Heath Goldfields Takes $65 Million Collateralized Trafigura Loan Without Government Approval

A controversial financing agreement between Heath Goldfields Ltd and Trafigura is drawing scrutiny over concerns that the deal may have been executed without prior government approval, despite involving critical national mining assets in Ghana. At the center of the issue is a $65 million secured financing facility provided by Trafigura to support the restart of…

A controversial financing agreement between Heath Goldfields Ltd and Trafigura is drawing scrutiny over concerns that the deal may have been executed without prior government approval, despite involving critical national mining assets in Ghana.

At the center of the issue is a $65 million secured financing facility provided by Trafigura to support the restart of oxide operations at the Bogoso–Prestea mine. While earlier narratives portrayed the arrangement as a multi-billion-dollar gold deal, official disclosures confirm it is in fact a loan to be repaid through future gold deliveries.
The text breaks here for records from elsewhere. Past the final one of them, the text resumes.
//! The network as the two sources see it: their internal nodes added behind Z, everything else eliminated.

use super::{Machine, PowerAngle, power_angle::Phasor};
use crate::network::{C64, M2, Reduced};

/// Currents and terminal voltages per source voltage; the exporter comes first.
#[derive(Debug, Clone, Copy)]
pub(super) struct Face {
    /// Current leaving each internal node = `y` · E, S.
    pub y: M2,
    /// Terminal voltages = `terminal` · E.
    pub terminal: M2,
}

impl Face {
    /// With V = E − Z·I and I = Y·V: V = (1 + Z·Y)⁻¹·E and I = Y·V, which also holds for a stiff bus (Z = 0).
    pub fn new(y: &M2, z: [C64; 2]) -> Self {
        let one = C64::new(1.0, 0.0);
        let (a, b) = (one + z[0] * y.m11, z[0] * y.m12);
        let (c, d) = (z[1] * y.m21, one + z[1] * y.m22);
        let determinant = (a * d - b * c).inv();
        let terminal = M2::new(d * determinant, -b * determinant, -c * determinant, a * determinant);
        Self { y: y * terminal, terminal }
    }

    /// With a terminal held at zero voltage: its source feeds the short, the other sees what is left.
    ///
    /// A stiff bus under the short delivers no power, as the limit of a lossless source does.
    pub fn shorted(y: &M2, z: [C64; 2], terminal: usize) -> Self {
        let zero = C64::new(0.0, 0.0);
        let other = 1 - terminal;
        let mut face = Self { y: M2::zeros(), terminal: M2::zeros() };
        face.y[(terminal, terminal)] = if z[terminal] == zero { zero } else { z[terminal].inv() };
        let ratio = (z[other] * y[(other, other)] + 1.0).inv();
        face.terminal[(other, other)] = ratio;
        face.y[(other, other)] = y[(other, other)] * ratio;
        face
    }

    /// Voltage of a bus, given the magnitudes of the sources.
    pub fn voltage(&self, reduced: &Reduced, seat: usize, e_kv: [f64; 2]) -> Phasor {
        let [r0, r1] = reduced.row(seat);
        Phasor {
            x: (r0 * self.terminal.m11 + r1 * self.terminal.m21) * e_kv[0],
            i: (r0 * self.terminal.m12 + r1 * self.terminal.m22) * e_kv[1],
        }
    }

    /// The part of P_e that does not depend on the magnitudes of the sources.
    pub fn kernel(&self, machine: &Machine) -> Kernel {
        let (g12, b12) = (self.y.m12.re, self.y.m12.im);
        let cos = (machine.exporter_share - machine.importer_share) * g12;
        Kernel {
            exporter: machine.exporter_share * self.y.m11.re,
            importer: machine.importer_share * self.y.m22.re,
            mutual: (cos * cos + b12 * b12).sqrt(),
            shift_rad: (-cos).atan2(b12),
        }
    }
}

/// P_e = E_x² `exporter` − E_i² `importer` + E_x E_i `mutual` sin(δ − `shift`), the weighted sum a·P_x + b·P_i of
/// the two-machine equivalent (Kimbark 1948, vol. 1, ch. 4).
#[derive(Debug, Clone, Copy)]
pub(super) struct Kernel {
    exporter: f64,
    importer: f64,
    mutual: f64,
    shift_rad: f64,
}

impl Kernel {
    pub fn curve(&self, [ex, ei]: [f64; 2]) -> PowerAngle {
        PowerAngle {
            mean_mw: ex * ex * self.exporter - ei * ei * self.importer,
            amplitude_mw: ex * ei * self.mutual,
            shift_rad: self.shift_rad,
        }
    }
}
Loan Backed by Strategic Assets

Under the agreement, Heath Goldfields has pledged extensive collateral, including:

Mining leases

Processing plants and equipment

Bank accounts

Insurance proceeds

Key operational contracts

Trafigura has secured fixed and floating charges over these assets, along with rights to revenues and contractual proceeds—effectively placing the mine’s operational base under lender control.

Approval Comes After the Deal

A key concern lies in how regulatory approval is handled. The use of mining leases as collateral typically requires a “no objection” from the relevant government authority. However, in this case:

The agreement does not make that approval a condition precedent

Heath Goldfields is instead required to obtain it within 60 days after execution

This means the financing facility could be:

Disbursed

Operational

Legally binding

before the State has formally approved the encumbrance of the mining leases.

Such a structure effectively reverses the standard regulatory process, where approval is expected to come before—not after—a transaction involving strategic national resources.

Risk of Losing Control

The agreement also grants Trafigura extensive enforcement powers in the event of default. These include the ability to:

Take possession of assets

Sell mining properties and equipment

Appoint a receiver to manage operations

Collect revenues directly

Failure to meet repayment obligations could therefore result in loss of operational control of the Bogoso–Prestea mine, raising broader concerns about national oversight.

Misleading Valuation Claims

Compounding the issue are earlier claims that the deal was worth up to $2.8 billion, based on projected future gold production. However:

The gold has not yet been produced

Its value depends on future output and market prices

The agreement itself reflects only a $65 million loan

This has led observers to warn that the public narrative may be overstating the scale and benefits of the transaction.

Growing Calls for Oversight

The combination of:

Heavy collateralization of key assets

Post-execution regulatory approval

And inflated public valuations

has prompted calls for greater transparency and stricter oversight.

Critics argue that allowing such agreements to proceed before formal government approval risks undermining regulatory authority and could expose strategic national assets to unintended control.